# Two EMTs, One Psych



## Trauma Queen (May 23, 2015)

I work city ems, which comes with its fair share of both transfers and weird interactions with the citizens. But this takes the cake. 

We had just finished dropping off a patient at an area psychiatric/addiction facility. I was loading the stretcher into the ambulance, and my female partner was standing next to me. She sees this guy come running up us, and he finally comes to a stop way too close for comfort. 

He looks clean, dressed appropriately, nothing terribly off about his appearance. Seems like a normal human being. "I'm having a heart attack!"

I unload the stretcher and ask him what's going on. "I'm having a heart attack," he repeats. 

"Alright, any chest pain? Have you had a heart attack in the past? Why do you think you're having a heart attack?"

At this point he turns to my partner, and says, "I'm having a heart attack because you're so beautiful."

I roll my eyes, and load the stretcher back into the rig, tossing out a comment on how I'm sure she's flattered. I can see she's uncomfortable, so I say bye to this guy and we start to walk to get into the truck. That's when he makes a comment that makes this whole experience enter Top 10 EMS Moment status. 

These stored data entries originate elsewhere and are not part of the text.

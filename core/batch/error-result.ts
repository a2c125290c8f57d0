// The result row for a file that could not be analysed.
import type { EmbryoResult } from '../model';
import { clipMessage } from './messages';

/** An EmbryoResult with status 'error' and a one-line message of at most 300 characters (line breaks folded into spaces). */
export function errorResult(file: string, message: string): EmbryoResult {
  return {
    file, status: 'error', error: clipMessage(message), warnings: [],
    pixelSizeUm: null, pixelSizeSource: 'unknown', eggLengthUm: null, eggWidthUm: null, axis: null,
    gradientChannel: null, gradientProfile: null, gradientFit: null,
    boundaryProfiles: [], boundaries: [], landmarks: [], backgrounds: [],
  };
}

"Can I tongue kiss you?" My partner looks surprised and asks him to repeat himself, and I'm not sure if she just didn't understand or was shocked at the comment. I tell him no, we're leaving now, and tell my partner to get in the truck. He starts yelling about how he can't decide between the two of us, and wants both of us. Then comes incredible comment #2. "Can I buy you two?" Now that this "gentleman" is attempting to solicit us, we tell him its time for him to go, and that we're leaving. I jump into the driver's seat, my partner hops into the passenger seat, and I lock the doors. 

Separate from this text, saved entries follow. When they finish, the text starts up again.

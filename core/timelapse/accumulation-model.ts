// The synthesis–diffusion–degradation model's prediction for the local accumulation time, and its test on data.
//
// For a flux source at x = 0 on a half-line, ∂C/∂t = D·C'' − k·C, the local accumulation time is
//   τ(x) = (1 + x/λ)/(2k), λ = √(D/k)
// (Berezhkovskii, Sample & Shvartsman 2010, Biophys. J. 99:L59; formula from memory — the paper's text was not
// reachable to check it, so it was re-derived here and is tested against our own numerical solution):
// the Laplace transform of C is Ĉ(x,s) = j·exp(−x·√((s+k)/D)) / (s·√(D(s+k))), and τ(x) = lim_{s→0} (1/s − Ĉ/C∞);
// to first order in s, s·Ĉ/C∞ = 1 − s/(2k) − s·x/(2kλ), which gives the formula.
// The fit τ(x) = τ₀(1 + x/λ_τ) is a straight line τ = a + b·x with τ₀ = a and λ_τ = a/b; the model says
// τ₀ = 1/(2k) and λ_τ = λ, so k = 1/(2τ₀) and D = k·λ² (λ from the steady-state profile).
import { tQuantile } from '../stats';

/** The model's τ(x) in seconds: (1 + x/λ)/(2k) for x in µm, λ in µm, k in 1/s. */
export function sddAccumulationTimeS(xUm: number, lambdaUm: number, degradationPerS: number): number {
  return (1 + xUm / lambdaUm) / (2 * degradationPerS);
}

/** A value with its two-sided interval (NaN where not resolved). */
export interface Estimate {
  readonly value: number;
  readonly ciLow: number;
  readonly ciHigh: number;
}

/** The steady-state decay length from the profile fit: λ in µm with its standard error. */
export interface SteadyLambda {
  readonly lambdaUm: number;
  readonly lambdaSeUm: number;
}

/** Options of fitAccumulationModel. */
export interface AccumulationModelOptions {
  readonly eggLengthUm: number;
  /** x/EL range of the positions used; default [0.1, 0.4]. */
  readonly rangeEl?: readonly [number, number];
  /** The steady-state λ from the profile, for D = k·λ² and the comparison; null = not known. */
  readonly steady: SteadyLambda | null;
  readonly level?: number;
}

/** Result of the τ(x) model fit, in seconds, 1/s, µm and µm²/s, with intervals at `level`. */
export interface AccumulationModelFit {
  readonly n: number;
  readonly rangeEl: readonly [number, number];
  readonly tau0S: Estimate;
  readonly kPerS: Estimate;
  readonly lambdaTauUm: Estimate;
  readonly lambdaTauEl: Estimate;
  readonly lambdaUm: Estimate;
  readonly lambdaEl: Estimate;
  readonly dUm2PerS: Estimate;
  /** 'agree' when λ_τ − λ is inside its interval, 'differ' when not, 'unresolved' when either is not measured. */
  readonly agreement: 'agree' | 'differ' | 'unresolved';
  /** One paragraph in plain words. */
  readonly reading: string;
  readonly level: number;
}

const NAME = 'fitAccumulationModel';
const NONE: Estimate = Object.freeze({ value: NaN, ciLow: NaN, ciHigh: NaN });

/** Weighted straight line with the covariance of intercept and slope (residual variance from the data). */
function line(x: number[], y: number[], w: number[]): { a: number; b: number; va: number; vb: number; cab: number; dof: number } {
  let sw = 0, sx = 0, sy = 0;
  for (let i = 0; i < x.length; i++) { sw += w[i]; sx += w[i] * x[i]; sy += w[i] * y[i]; }
  const xBar = sx / sw, yBar = sy / sw;
  let sxx = 0, sxy = 0;
  for (let i = 0; i < x.length; i++) { sxx += w[i] * (x[i] - xBar) ** 2; sxy += w[i] * (x[i] - xBar) * (y[i] - yBar); }
  const b = sxy / sxx, a = yBar - b * xBar;
  let rss = 0;
  for (let i = 0; i < x.length; i++) rss += w[i] * (y[i] - a - b * x[i]) ** 2;
  const dof = x.length - 2;
  const s2 = rss / dof;
  const vb = s2 / sxx;
  return { a, b, va: s2 / sw + xBar * xBar * vb, vb, cab: -xBar * vb, dof };
}

function estimate(value: number, se: number, t: number): Estimate {
  return Number.isFinite(value) && Number.isFinite(se) ? { value, ciLow: value - t * se, ciHigh: value + t * se } : { value, ciLow: NaN, ciHigh: NaN };
}

function scaled(e: Estimate, f: number): Estimate {
  return { value: e.value * f, ciLow: e.ciLow * f, ciHigh: e.ciHigh * f };
}

function pick(xUm: ArrayLike<number>, xEl: ArrayLike<number>, tauS: ArrayLike<number>, tauSeS: ArrayLike<number>, range: readonly [number, number]) {
  const x: number[] = [], y: number[] = [], se: number[] = [];
  for (let i = 0; i < tauS.length; i++) {
    if (xEl[i] >= range[0] && xEl[i] <= range[1] && Number.isFinite(tauS[i]) && Number.isFinite(xUm[i])) {
      x.push(xUm[i]); y.push(tauS[i]); se.push(tauSeS[i]);
    }
  }
  return { x, y, se };
}

/**
 * Fits τ(x) = τ₀(1 + x/λ_τ) to accumulation times (s) at positions xUm (µm) whose xEl lies in options.rangeEl,
 * weighted by 1/SE² when every SE is a positive number, and reports k = 1/(2τ₀), λ_τ and D = k·λ² beside the
 * steady-state λ. Intervals: t with n − 2 degrees of freedom; λ_τ by the delta method; k from τ₀'s interval; D on
 * the log scale. Throws RangeError on bad options or fewer than 3 usable positions.
 */
export function fitAccumulationModel(
  xUm: ArrayLike<number>, xEl: ArrayLike<number>, tauS: ArrayLike<number>, tauSeS: ArrayLike<number>,
  options: AccumulationModelOptions,
): AccumulationModelFit {
  const range = options.rangeEl ?? [0.1, 0.4];
  const level = options.level ?? 0.95;
  const el = options.eggLengthUm;
  if (!(el > 0 && Number.isFinite(el))) throw new RangeError(`${NAME}: eggLengthUm must be a positive number, got ${el}`);
  if (!(range[0] < range[1])) throw new RangeError(`${NAME}: rangeEl must be [start, end] with start < end, got [${range.join(', ')}]`);
  if (!(level > 0 && level < 1)) throw new RangeError(`${NAME}: level must be between 0 and 1 (exclusive), got ${level}`);
  if (xUm.length !== tauS.length || xEl.length !== tauS.length || tauSeS.length !== tauS.length) {
    throw new RangeError(`${NAME}: xUm, xEl, tauS and tauSeS differ in length`);
  }
  const { x, y, se } = pick(xUm, xEl, tauS, tauSeS, range);
  if (x.length < 3) throw new RangeError(`${NAME}: only ${x.length} positions with a measured τ in [${range.join(', ')}] x/EL; need at least 3`);
  const weighted = se.every((s) => s > 0 && Number.isFinite(s));
  const fit = line(x, y, weighted ? se.map((s) => 1 / (s * s)) : x.map(() => 1));
  const t = tQuantile(0.5 + level / 2, fit.dof);
  const tau0S = estimate(fit.a, Math.sqrt(fit.va), t);
  const kPerS: Estimate = {
    value: 1 / (2 * fit.a),
    ciLow: tau0S.ciHigh > 0 ? 1 / (2 * tau0S.ciHigh) : NaN,
    ciHigh: tau0S.ciLow > 0 ? 1 / (2 * tau0S.ciLow) : NaN,
  };
  const lt = fit.a / fit.b;
  const ltSe = Math.abs(lt) * Math.sqrt(fit.va / fit.a ** 2 + fit.vb / fit.b ** 2 - (2 * fit.cab) / (fit.a * fit.b));
  const slopeResolved = fit.b - t * Math.sqrt(fit.vb) > 0;
  const lambdaTauUm = slopeResolved ? estimate(lt, ltSe, t) : { value: lt, ciLow: NaN, ciHigh: NaN };
  const steady = options.steady;
  const lambdaUm = steady ? estimate(steady.lambdaUm, steady.lambdaSeUm, t) : NONE;
  const dUm2PerS = steady ? diffusion(kPerS.value, Math.sqrt(fit.va) / fit.a, steady, t) : NONE;
  const { agreement, reading } = readAgreement(lt, ltSe, slopeResolved, steady, t, el, level, kPerS.value);
  return {
    n: x.length, rangeEl: [range[0], range[1]], tau0S, kPerS, lambdaTauUm, lambdaTauEl: scaled(lambdaTauUm, 1 / el),
    lambdaUm, lambdaEl: scaled(lambdaUm, 1 / el), dUm2PerS, agreement, reading, level,
  };
}

/** D = k·λ² with its interval on the log scale: relative SEs of k (= that of τ₀) and of λ (twice) in quadrature. */
function diffusion(k: number, relSeTau0: number, steady: SteadyLambda, t: number): Estimate {
  const value = k * steady.lambdaUm ** 2;
  const relSe = Math.sqrt(relSeTau0 ** 2 + (2 * steady.lambdaSeUm / steady.lambdaUm) ** 2);
  if (!(value > 0) || !Number.isFinite(relSe)) return { value: k > 0 ? value : NaN, ciLow: NaN, ciHigh: NaN };
  return { value, ciLow: value * Math.exp(-t * relSe), ciHigh: value * Math.exp(t * relSe) };
}

function fmt(v: number): string {
  return Number.isFinite(v) ? v.toPrecision(2) : 'n/a';
}

/** The comparison of λ_τ with λ in words; agreement does not prove the model, which the reading says. */
function readAgreement(
  lt: number, ltSe: number, resolved: boolean, steady: SteadyLambda | null, t: number, el: number, level: number, k: number,
): { agreement: AccumulationModelFit['agreement']; reading: string } {
  const pct = Math.round(level * 100);
  if (!resolved || !steady || !Number.isFinite(steady.lambdaUm) || !Number.isFinite(ltSe)) {
    return {
      agreement: 'unresolved',
      reading: !resolved
        ? `τ(x) does not rise measurably with x over the fitted range, so λ_τ is not resolved and the model is not tested; k = 1/(2τ₀) = ${fmt(k)} /s is then only a rough time scale.`
        : 'The steady-state λ is not known for this movie, so λ_τ cannot be compared with it.',
    };
  }
  const diff = lt - steady.lambdaUm;
  const diffSe = Math.hypot(ltSe, steady.lambdaSeUm);
  const both = `λ_τ = ${fmt(lt / el)} EL (± ${fmt((t * ltSe) / el)}) and the steady-state λ = ${fmt(steady.lambdaUm / el)} EL (± ${fmt((t * steady.lambdaSeUm) / el)})`;
  if (Math.abs(diff) <= t * diffSe) {
    return {
      agreement: 'agree',
      reading: `${both} agree within the ${pct}% interval of their difference: the accumulation times are consistent with synthesis at the anterior pole, diffusion and uniform degradation, with k = ${fmt(k)} /s. Consistency does not prove that model; other mechanisms can give the same τ(x).`,
    };
  }
  const more = diff > 0 ? 'longer' : 'shorter';
  return {
    agreement: 'differ',
    reading: `${both} differ beyond the ${pct}% interval of their difference (λ_τ is ${Math.round(Math.abs(diff / steady.lambdaUm) * 100)}% ${more}): τ(x) does not follow a source at the pole with diffusion and uniform degradation. Check first that the movie starts at the onset of production and reaches steady state (see the warnings); otherwise the source may be spread out, degradation may vary along the axis, or transport may not be simple diffusion.`,
  };
}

This seemingly normal fella now hurls himself into the passenger door and begins violently gyrating on the passenger door, paired with the weirdest facial expression I've ever seen, as well as making "grabby" hand motions. He even came close to licking the window. This continued until I roll the window down an inch, pick up the radio, and say, "Okay sir, this has been fun, but I'm calling the police now." 

He gives one panicked expression, yells no, then ran off into the sunset. Or rather, into the other entrance to the facility. 

Honestly, probably one of the weirdest things to ever happen to me during my career. Me and my partner had a good laugh later, trying to decide how much he was going to offer if we told him he could buy us.


----------



## johnrsemt (May 26, 2015)

Should have asked;  may have been enough to pay for a good couple of days off.  LOL


----------



## Qulevrius (Dec 12, 2015)

Kinda fits the title, so here goes.

Paired up w/ a much younger partner, received call to a private residence for a 5150 w/ Hx of schizophrenia & psychosis, CC is aggressive behaviour (pt stabbed his sibling w/ a house key). AOS to find 2 county social workers and the pt outside the house w/ his granny & the said sibling (who isn't entirely right in the head as well), very agitated and definitely not looking to go anywhere w/ us. The county workers are considering calling the PD to subdue the pt because they're not getting through to him; I suggest that we give it a try. They agree, I approach the pt and try the diplomatic approach.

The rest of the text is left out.